- [DATA TO PROCESS]
──────────

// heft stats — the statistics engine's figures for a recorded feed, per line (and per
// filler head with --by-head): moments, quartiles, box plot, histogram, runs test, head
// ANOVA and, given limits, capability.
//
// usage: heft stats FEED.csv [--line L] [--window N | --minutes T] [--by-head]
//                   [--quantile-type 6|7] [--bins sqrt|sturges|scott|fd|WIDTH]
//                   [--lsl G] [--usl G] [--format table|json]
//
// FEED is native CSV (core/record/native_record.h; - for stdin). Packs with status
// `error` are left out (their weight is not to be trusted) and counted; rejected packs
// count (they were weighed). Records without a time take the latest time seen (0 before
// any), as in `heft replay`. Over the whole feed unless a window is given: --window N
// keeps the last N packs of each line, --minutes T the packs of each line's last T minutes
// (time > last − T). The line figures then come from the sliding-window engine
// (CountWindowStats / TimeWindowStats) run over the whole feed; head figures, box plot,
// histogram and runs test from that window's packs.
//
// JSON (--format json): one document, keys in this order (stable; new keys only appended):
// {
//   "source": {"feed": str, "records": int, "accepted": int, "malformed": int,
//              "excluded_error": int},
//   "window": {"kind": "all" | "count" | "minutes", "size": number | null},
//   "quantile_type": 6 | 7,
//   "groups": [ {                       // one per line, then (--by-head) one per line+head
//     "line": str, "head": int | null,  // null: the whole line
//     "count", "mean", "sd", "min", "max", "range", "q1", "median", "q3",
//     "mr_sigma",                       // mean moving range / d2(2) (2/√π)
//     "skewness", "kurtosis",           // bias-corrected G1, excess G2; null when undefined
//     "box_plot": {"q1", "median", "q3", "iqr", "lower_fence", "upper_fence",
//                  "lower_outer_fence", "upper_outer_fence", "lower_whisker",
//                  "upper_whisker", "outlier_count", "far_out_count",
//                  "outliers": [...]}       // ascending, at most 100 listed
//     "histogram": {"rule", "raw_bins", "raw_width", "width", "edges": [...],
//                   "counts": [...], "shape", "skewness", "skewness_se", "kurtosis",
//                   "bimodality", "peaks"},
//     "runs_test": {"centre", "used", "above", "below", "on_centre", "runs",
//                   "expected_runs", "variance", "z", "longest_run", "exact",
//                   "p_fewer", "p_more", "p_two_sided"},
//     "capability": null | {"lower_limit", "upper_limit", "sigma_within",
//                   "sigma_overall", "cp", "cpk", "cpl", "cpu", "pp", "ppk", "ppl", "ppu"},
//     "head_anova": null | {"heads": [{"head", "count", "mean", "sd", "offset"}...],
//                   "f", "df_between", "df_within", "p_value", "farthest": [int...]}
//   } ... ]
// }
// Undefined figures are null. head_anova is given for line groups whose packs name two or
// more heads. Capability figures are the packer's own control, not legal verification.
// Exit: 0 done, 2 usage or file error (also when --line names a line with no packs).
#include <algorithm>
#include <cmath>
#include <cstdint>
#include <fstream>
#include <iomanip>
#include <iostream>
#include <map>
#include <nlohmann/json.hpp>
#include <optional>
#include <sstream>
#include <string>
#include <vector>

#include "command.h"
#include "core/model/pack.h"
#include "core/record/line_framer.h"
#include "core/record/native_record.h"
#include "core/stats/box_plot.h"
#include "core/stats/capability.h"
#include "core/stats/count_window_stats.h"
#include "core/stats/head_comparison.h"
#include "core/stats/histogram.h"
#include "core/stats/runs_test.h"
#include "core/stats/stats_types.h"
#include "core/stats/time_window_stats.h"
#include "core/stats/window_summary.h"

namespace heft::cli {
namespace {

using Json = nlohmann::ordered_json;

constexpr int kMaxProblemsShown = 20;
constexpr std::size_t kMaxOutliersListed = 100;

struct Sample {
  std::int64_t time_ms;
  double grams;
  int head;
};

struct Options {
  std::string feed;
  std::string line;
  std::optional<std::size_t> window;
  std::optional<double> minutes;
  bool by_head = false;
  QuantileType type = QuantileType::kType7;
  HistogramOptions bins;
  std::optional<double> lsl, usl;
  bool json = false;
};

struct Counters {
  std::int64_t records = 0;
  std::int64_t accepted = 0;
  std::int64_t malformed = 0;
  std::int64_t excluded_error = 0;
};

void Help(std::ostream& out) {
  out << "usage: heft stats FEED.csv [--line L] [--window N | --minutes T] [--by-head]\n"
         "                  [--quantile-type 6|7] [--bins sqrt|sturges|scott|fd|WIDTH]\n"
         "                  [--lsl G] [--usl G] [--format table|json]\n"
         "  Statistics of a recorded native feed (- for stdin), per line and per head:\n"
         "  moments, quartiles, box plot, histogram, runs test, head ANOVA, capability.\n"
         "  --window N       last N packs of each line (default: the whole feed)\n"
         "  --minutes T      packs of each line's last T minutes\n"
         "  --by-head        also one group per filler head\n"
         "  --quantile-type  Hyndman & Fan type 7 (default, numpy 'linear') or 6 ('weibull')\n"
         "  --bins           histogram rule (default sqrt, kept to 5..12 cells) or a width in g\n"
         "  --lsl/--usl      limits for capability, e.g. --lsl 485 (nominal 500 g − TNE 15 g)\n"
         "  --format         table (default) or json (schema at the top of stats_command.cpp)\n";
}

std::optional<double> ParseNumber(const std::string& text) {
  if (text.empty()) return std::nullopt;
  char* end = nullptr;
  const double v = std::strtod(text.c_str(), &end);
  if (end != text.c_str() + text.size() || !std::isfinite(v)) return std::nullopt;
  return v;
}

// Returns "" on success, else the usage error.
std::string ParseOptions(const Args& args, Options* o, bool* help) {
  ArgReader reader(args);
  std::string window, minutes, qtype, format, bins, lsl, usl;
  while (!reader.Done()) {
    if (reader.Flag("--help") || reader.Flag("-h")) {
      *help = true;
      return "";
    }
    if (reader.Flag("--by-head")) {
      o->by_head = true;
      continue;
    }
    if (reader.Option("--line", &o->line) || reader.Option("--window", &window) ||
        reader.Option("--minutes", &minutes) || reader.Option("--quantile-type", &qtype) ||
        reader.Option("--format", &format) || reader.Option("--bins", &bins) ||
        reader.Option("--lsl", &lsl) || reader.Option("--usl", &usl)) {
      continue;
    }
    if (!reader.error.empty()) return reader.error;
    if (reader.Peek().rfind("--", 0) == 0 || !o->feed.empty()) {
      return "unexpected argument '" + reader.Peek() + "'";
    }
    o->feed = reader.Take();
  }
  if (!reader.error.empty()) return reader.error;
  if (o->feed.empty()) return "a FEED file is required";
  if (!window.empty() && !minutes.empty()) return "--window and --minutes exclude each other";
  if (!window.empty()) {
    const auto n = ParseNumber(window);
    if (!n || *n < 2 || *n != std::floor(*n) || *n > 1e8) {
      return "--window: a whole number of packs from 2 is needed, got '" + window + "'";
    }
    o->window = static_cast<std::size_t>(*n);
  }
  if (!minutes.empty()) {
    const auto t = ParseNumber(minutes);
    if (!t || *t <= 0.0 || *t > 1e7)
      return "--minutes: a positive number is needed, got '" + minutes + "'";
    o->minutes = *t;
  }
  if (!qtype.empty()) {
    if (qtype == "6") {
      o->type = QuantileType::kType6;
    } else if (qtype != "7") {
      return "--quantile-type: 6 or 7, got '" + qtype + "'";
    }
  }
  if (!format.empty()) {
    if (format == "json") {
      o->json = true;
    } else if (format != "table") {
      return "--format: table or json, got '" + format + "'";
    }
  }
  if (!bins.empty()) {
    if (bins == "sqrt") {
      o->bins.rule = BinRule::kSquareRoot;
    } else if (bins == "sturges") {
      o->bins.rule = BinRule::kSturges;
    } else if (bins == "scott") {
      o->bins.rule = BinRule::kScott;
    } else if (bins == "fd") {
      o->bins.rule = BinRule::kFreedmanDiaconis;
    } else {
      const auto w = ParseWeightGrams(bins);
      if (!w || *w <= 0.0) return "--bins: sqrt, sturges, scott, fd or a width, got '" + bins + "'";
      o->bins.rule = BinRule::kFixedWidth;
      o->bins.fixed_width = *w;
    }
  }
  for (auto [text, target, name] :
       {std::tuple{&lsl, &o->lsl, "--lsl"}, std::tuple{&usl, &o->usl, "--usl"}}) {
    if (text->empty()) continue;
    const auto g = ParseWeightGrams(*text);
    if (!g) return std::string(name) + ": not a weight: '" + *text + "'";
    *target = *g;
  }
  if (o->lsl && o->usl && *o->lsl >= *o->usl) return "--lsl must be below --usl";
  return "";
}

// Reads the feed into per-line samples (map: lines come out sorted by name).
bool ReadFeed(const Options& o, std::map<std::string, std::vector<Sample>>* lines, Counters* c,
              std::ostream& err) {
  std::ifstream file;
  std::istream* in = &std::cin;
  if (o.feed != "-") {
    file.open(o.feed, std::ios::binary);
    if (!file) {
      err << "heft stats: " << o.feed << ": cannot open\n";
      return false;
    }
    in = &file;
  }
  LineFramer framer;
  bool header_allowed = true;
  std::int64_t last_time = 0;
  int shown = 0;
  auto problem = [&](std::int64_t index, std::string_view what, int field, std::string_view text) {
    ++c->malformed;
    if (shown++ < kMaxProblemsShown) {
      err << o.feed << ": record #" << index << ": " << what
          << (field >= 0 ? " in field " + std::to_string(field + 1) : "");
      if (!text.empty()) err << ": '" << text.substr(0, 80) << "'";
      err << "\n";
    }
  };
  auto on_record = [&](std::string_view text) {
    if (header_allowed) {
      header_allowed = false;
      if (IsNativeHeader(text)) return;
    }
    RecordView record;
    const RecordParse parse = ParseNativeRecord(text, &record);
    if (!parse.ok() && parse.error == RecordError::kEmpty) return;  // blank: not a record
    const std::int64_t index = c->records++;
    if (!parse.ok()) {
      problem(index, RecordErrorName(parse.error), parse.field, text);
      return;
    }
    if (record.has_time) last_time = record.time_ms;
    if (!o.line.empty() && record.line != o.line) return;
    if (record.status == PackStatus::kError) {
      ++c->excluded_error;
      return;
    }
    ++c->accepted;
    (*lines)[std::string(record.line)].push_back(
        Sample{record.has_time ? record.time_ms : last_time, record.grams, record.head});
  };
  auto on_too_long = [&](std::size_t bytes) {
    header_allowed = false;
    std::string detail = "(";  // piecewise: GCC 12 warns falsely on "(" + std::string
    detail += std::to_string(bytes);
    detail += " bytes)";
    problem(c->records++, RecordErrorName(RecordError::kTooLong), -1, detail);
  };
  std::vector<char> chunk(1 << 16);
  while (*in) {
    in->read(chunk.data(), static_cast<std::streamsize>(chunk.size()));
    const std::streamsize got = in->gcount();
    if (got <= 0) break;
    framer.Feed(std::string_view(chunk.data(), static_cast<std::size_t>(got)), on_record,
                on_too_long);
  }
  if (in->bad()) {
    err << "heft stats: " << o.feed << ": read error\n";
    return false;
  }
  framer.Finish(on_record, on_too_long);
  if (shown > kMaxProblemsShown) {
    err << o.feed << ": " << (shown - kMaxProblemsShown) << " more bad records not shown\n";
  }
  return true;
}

──────────

- [WHAT IS NEEDED] Which lines above contain the word "qtype"? Show each of them.

- [THE ANSWER]
  std::string window, minutes, qtype, format, bins, lsl, usl;
        reader.Option("--minutes", &minutes) || reader.Option("--quantile-type", &qtype) ||
  if (!qtype.empty()) {
    if (qtype == "6") {
    } else if (qtype != "7") {
      return "--quantile-type: 6 or 7, got '" + qtype + "'";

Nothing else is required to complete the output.